====== Supplied material
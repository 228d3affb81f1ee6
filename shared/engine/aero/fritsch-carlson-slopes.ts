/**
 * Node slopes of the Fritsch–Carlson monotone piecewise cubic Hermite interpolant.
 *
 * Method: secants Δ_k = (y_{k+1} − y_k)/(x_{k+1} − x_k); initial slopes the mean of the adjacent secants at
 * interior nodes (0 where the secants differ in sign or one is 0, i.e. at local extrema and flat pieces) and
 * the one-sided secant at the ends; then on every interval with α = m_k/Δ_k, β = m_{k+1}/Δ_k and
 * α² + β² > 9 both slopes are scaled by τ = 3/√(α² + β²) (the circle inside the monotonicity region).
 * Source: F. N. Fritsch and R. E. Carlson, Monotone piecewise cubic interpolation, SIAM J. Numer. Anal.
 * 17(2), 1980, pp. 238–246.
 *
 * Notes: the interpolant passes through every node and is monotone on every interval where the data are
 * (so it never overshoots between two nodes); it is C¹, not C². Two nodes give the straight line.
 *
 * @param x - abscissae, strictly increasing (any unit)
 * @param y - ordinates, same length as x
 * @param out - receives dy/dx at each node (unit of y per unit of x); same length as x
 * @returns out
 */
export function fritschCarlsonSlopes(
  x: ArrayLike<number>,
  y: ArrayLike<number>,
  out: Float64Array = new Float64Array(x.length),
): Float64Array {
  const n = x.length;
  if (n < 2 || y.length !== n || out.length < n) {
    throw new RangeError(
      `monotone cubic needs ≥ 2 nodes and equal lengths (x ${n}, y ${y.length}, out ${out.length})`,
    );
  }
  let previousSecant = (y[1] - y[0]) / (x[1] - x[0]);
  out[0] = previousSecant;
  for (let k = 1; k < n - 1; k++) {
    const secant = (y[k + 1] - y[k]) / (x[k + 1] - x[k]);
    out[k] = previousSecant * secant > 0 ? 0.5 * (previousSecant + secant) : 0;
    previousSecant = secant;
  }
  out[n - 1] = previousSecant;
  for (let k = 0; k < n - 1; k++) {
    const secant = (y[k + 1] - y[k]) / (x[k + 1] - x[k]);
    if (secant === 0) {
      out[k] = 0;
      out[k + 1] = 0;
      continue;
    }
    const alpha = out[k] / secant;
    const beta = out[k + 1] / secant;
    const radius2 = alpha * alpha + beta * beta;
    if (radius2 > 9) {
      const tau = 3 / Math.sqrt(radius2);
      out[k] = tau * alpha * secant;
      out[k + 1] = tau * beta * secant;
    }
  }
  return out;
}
============
====== Supplied material
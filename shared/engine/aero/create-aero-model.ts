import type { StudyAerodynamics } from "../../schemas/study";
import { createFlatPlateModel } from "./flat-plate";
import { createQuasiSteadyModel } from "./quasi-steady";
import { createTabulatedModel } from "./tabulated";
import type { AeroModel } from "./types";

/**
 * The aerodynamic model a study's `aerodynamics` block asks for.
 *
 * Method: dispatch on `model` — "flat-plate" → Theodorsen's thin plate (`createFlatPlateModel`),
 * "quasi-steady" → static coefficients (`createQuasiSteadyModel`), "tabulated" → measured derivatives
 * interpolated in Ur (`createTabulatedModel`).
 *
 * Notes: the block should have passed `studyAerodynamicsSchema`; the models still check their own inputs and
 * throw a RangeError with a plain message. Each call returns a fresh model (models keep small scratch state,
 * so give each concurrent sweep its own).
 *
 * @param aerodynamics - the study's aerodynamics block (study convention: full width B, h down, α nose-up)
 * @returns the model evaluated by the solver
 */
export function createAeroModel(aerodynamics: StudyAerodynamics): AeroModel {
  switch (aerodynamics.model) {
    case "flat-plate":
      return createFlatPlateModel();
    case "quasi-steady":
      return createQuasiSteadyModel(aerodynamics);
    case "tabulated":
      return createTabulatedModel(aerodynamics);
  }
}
============
====== Supplied material
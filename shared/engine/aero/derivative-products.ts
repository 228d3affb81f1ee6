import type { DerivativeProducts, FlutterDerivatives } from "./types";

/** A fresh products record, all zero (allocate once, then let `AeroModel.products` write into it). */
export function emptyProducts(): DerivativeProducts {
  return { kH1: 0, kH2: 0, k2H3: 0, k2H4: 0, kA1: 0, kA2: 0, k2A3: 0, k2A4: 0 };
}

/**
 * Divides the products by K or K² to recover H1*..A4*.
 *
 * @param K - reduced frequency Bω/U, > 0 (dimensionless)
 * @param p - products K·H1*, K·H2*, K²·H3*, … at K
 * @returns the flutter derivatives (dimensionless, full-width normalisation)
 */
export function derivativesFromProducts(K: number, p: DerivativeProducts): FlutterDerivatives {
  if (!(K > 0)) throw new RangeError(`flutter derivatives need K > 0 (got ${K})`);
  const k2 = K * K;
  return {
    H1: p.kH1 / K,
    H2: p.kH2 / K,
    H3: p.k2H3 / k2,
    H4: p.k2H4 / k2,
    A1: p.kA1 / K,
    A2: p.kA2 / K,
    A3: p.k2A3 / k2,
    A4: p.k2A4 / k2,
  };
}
============
■ Work item: Lines that contain "fresh" should be pulled from the entries above and reported.

■ Exercise answer:
 * throw a RangeError with a plain message. Each call returns a fresh model (models keep small scratch state,
/** A fresh products record, all zero (allocate once, then let `AeroModel.products` write into it). */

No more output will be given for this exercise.